(Excerpted data begins)

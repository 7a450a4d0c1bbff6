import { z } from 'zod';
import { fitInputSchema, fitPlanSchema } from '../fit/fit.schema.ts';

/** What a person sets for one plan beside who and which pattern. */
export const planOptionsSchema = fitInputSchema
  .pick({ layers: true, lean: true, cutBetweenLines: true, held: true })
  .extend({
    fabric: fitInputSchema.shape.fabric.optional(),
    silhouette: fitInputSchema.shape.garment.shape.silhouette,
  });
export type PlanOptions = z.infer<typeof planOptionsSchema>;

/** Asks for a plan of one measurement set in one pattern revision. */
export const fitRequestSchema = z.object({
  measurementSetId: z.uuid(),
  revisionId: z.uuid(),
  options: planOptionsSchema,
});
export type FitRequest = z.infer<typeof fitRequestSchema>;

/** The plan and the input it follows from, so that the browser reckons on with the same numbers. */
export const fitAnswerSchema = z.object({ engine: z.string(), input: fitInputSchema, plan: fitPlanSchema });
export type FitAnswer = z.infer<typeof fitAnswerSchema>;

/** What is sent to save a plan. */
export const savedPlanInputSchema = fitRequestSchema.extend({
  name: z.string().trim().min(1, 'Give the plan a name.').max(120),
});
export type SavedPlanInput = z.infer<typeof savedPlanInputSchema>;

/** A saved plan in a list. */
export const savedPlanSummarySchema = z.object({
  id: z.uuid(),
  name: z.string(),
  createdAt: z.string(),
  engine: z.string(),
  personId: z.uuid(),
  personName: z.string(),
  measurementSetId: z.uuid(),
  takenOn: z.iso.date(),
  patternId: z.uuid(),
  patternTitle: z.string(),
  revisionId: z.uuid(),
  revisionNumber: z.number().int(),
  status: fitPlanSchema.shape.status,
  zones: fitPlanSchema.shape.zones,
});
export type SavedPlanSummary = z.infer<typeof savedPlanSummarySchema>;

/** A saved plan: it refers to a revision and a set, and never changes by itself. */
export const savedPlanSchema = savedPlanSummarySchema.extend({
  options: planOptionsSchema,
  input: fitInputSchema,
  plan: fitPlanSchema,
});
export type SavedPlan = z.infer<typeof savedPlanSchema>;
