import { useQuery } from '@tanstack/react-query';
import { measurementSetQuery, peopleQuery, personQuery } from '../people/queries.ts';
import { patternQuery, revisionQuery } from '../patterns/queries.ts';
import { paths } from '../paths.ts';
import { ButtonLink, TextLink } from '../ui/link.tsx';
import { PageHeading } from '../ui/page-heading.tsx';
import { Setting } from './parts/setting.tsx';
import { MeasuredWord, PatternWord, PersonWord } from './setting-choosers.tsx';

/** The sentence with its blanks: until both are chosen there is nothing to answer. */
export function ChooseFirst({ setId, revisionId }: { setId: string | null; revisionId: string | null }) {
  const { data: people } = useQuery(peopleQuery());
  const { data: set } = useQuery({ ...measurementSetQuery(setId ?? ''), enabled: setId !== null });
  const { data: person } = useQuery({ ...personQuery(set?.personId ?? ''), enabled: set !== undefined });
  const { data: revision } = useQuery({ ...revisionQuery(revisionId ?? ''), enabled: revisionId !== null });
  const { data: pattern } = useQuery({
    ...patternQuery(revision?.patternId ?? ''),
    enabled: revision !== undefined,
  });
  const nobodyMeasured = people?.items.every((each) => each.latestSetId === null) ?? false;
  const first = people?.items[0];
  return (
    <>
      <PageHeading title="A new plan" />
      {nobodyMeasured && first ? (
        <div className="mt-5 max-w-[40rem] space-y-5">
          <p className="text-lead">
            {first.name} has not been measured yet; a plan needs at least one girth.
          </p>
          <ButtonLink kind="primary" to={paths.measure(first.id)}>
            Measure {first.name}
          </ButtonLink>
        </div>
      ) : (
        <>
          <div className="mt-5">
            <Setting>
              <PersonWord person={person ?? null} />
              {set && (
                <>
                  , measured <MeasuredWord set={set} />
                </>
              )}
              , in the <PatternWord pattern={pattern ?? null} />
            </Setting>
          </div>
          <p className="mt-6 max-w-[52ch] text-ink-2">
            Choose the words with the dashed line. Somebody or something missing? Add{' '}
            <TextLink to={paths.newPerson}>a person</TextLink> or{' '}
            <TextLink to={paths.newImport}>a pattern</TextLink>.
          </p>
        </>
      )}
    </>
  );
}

(Excerpted data ends)

_Try it_
What lines of the material above contain "personQuery"? Return each of them.

_Expected answer_
import { measurementSetQuery, peopleQuery, personQuery } from '../people/queries.ts';
  const { data: person } = useQuery({ ...personQuery(set?.personId ?? ''), enabled: set !== undefined });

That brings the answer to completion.